(RECORDS FOR THE EXERCISE):
◇ ◇ ◇ ◇ ◇ ◇ ◇
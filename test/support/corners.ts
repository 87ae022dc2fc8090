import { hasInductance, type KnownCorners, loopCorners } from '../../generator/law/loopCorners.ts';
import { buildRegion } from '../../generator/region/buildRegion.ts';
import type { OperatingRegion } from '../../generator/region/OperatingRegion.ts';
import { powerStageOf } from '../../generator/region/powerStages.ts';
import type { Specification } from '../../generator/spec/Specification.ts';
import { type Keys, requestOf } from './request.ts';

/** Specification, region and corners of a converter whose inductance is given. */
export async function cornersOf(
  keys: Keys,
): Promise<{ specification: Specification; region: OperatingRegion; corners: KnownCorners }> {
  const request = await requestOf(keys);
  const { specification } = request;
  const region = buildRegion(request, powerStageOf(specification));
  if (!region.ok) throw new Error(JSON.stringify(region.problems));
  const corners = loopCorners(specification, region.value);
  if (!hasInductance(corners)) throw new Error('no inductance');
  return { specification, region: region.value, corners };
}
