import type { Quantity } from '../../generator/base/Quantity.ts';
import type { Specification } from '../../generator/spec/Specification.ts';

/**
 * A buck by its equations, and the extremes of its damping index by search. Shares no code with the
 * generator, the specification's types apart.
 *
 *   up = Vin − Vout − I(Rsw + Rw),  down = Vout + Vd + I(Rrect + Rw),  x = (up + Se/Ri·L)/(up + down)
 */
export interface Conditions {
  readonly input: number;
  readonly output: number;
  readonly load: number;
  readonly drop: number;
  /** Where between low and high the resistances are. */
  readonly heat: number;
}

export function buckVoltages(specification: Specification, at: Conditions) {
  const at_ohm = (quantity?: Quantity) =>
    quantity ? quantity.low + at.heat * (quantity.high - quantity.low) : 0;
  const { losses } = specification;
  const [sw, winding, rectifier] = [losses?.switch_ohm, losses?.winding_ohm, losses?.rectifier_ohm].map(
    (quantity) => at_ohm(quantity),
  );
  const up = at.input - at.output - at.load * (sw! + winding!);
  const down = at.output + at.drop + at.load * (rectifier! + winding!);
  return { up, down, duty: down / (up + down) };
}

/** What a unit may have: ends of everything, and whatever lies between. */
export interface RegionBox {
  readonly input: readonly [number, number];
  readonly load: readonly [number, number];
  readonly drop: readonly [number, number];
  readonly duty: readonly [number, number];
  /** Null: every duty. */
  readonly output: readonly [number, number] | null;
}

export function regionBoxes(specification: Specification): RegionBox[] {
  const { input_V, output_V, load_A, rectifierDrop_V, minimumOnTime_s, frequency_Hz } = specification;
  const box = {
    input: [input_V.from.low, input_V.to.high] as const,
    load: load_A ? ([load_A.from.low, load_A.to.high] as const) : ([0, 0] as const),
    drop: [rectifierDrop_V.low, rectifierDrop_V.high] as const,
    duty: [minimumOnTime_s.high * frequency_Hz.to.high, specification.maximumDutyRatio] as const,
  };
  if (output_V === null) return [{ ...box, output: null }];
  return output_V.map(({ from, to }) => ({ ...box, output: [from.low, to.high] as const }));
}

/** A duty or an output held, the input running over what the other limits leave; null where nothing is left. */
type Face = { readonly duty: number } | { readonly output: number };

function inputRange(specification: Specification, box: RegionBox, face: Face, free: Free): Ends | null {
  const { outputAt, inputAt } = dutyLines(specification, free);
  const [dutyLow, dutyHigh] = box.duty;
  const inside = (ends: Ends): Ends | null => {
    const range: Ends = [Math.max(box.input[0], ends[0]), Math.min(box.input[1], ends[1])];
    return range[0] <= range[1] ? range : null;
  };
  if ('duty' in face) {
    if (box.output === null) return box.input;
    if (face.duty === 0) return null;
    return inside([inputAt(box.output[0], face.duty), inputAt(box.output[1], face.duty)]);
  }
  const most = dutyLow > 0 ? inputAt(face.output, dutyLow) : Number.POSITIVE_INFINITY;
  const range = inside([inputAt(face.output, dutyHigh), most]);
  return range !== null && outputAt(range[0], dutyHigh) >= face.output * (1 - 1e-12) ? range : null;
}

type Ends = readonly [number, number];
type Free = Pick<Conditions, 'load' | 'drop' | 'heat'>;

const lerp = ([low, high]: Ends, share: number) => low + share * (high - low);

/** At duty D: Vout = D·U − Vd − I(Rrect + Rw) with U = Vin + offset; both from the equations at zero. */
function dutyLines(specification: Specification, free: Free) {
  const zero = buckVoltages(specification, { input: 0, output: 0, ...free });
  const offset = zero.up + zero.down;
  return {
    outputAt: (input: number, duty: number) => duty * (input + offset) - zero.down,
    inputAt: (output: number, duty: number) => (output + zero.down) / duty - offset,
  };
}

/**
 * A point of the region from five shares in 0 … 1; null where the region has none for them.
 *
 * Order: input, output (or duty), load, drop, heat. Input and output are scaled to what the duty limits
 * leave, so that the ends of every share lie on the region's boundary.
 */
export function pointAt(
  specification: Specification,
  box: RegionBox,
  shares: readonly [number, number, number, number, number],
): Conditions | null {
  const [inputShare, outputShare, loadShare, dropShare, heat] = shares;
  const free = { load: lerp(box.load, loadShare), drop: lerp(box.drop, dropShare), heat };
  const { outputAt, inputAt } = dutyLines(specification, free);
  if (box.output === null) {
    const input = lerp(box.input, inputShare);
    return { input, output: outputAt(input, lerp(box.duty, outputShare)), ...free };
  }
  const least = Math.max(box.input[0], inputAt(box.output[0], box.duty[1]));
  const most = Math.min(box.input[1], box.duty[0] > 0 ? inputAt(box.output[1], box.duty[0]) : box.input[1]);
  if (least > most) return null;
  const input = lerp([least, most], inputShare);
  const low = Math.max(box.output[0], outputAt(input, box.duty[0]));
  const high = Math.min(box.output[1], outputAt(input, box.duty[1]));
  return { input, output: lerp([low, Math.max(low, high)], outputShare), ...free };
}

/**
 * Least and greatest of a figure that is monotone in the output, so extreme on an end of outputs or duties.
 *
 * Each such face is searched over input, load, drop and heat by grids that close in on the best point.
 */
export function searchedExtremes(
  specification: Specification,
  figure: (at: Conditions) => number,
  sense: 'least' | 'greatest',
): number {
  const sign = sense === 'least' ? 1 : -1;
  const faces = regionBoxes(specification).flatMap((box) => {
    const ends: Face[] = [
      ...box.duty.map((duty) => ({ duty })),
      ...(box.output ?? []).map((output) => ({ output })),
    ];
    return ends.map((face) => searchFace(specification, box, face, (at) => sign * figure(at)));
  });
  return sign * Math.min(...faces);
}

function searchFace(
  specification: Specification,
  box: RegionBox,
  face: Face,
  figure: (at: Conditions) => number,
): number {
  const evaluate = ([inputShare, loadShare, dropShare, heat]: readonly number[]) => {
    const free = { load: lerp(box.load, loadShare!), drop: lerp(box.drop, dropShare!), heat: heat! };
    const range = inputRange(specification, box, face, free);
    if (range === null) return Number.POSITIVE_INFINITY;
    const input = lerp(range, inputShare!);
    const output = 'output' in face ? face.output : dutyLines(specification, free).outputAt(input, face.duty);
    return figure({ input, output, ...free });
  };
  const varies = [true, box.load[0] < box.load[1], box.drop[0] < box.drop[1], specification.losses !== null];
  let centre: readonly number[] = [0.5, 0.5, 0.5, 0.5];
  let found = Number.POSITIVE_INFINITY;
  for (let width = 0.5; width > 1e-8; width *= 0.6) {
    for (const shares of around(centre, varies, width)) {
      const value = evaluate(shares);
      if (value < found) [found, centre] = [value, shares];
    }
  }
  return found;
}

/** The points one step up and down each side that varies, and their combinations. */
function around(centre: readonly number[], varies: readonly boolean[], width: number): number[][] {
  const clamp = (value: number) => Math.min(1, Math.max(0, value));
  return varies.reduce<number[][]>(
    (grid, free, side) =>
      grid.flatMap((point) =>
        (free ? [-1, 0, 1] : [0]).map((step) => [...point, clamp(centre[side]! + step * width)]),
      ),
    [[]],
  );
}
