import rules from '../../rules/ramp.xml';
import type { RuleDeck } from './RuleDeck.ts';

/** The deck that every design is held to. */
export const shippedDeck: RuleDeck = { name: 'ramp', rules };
◇ ◇ ◇ ◇ ◇ ◇ ◇
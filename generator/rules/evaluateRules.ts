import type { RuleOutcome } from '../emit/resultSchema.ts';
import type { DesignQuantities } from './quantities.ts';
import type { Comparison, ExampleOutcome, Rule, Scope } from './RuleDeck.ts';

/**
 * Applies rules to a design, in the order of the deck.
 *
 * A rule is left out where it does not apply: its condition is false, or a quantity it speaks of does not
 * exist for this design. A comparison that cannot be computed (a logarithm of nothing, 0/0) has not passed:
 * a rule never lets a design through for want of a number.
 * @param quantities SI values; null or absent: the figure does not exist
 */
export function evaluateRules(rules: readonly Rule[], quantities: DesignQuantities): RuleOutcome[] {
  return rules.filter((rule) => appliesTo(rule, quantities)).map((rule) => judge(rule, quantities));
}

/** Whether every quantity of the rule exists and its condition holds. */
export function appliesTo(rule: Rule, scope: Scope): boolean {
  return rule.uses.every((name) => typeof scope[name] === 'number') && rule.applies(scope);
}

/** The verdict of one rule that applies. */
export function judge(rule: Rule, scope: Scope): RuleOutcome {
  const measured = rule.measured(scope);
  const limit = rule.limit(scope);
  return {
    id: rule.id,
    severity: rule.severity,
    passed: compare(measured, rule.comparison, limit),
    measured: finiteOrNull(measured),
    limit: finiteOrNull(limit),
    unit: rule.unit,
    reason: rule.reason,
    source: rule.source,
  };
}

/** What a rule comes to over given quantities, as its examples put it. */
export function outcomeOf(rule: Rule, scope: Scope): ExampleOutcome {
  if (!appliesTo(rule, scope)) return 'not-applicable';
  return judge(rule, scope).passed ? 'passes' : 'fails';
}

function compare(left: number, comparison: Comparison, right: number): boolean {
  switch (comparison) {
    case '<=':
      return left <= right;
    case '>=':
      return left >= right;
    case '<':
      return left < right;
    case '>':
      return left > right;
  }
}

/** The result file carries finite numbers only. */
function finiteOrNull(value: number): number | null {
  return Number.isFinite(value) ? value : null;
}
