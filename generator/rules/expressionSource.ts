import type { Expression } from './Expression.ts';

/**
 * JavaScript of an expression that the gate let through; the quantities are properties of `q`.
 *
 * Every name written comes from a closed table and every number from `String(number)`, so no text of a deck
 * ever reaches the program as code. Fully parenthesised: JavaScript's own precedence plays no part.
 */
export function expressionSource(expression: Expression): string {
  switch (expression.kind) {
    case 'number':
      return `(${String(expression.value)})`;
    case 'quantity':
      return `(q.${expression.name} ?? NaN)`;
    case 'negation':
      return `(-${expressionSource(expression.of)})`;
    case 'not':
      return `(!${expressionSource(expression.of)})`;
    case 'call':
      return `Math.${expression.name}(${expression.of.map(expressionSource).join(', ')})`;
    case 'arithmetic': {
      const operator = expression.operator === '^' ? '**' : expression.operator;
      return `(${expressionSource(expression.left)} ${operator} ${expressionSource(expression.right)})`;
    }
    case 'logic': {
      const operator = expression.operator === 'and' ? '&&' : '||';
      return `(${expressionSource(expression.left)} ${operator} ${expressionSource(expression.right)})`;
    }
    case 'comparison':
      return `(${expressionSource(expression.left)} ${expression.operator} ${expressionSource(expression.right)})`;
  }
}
◇ ◇ ◇ ◇ ◇ ◇ ◇
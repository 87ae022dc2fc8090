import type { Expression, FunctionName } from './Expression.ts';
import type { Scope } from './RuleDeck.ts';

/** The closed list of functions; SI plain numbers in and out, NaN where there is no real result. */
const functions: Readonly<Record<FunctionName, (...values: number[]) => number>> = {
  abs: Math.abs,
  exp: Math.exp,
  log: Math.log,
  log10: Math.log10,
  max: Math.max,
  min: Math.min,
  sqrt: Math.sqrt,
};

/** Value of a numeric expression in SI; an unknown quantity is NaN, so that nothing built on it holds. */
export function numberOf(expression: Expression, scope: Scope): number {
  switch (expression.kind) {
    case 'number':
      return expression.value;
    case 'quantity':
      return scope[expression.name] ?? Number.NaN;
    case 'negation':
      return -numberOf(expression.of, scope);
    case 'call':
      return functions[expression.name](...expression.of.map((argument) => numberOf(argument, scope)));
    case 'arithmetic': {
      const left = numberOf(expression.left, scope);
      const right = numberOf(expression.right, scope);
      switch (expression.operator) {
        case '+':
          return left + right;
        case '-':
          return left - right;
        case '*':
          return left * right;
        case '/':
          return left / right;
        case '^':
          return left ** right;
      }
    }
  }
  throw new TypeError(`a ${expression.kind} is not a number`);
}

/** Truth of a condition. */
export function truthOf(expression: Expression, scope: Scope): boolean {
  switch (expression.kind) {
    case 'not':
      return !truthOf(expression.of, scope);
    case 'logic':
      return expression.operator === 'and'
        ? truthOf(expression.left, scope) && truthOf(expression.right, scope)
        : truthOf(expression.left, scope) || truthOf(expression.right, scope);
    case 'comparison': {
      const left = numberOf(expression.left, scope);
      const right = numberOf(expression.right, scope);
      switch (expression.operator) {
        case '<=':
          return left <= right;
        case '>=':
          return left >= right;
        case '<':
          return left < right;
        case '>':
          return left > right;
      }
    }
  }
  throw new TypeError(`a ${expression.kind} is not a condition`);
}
◇ ◇ ◇ ◇ ◇ ◇ ◇
(WORK INSTRUCTIONS):
Each line in the entries above, starting at the line with "const down = at.output" and ending at the line with "const range: Ends", is to be printed exactly, and only those lines.

(RESULT):
  const down = at.output + at.drop + at.load * (rectifier! + winding!);
  return { up, down, duty: down / (up + down) };
}

/** What a unit may have: ends of everything, and whatever lies between. */
export interface RegionBox {
  readonly input: readonly [number, number];
  readonly load: readonly [number, number];
  readonly drop: readonly [number, number];
  readonly duty: readonly [number, number];
  /** Null: every duty. */
  readonly output: readonly [number, number] | null;
}

export function regionBoxes(specification: Specification): RegionBox[] {
  const { input_V, output_V, load_A, rectifierDrop_V, minimumOnTime_s, frequency_Hz } = specification;
  const box = {
    input: [input_V.from.low, input_V.to.high] as const,
    load: load_A ? ([load_A.from.low, load_A.to.high] as const) : ([0, 0] as const),
    drop: [rectifierDrop_V.low, rectifierDrop_V.high] as const,
    duty: [minimumOnTime_s.high * frequency_Hz.to.high, specification.maximumDutyRatio] as const,
  };
  if (output_V === null) return [{ ...box, output: null }];
  return output_V.map(({ from, to }) => ({ ...box, output: [from.low, to.high] as const }));
}

/** A duty or an output held, the input running over what the other limits leave; null where nothing is left. */
type Face = { readonly duty: number } | { readonly output: number };

function inputRange(specification: Specification, box: RegionBox, face: Face, free: Free): Ends | null {
  const { outputAt, inputAt } = dutyLines(specification, free);
  const [dutyLow, dutyHigh] = box.duty;
  const inside = (ends: Ends): Ends | null => {
    const range: Ends = [Math.max(box.input[0], ends[0]), Math.min(box.input[1], ends[1])];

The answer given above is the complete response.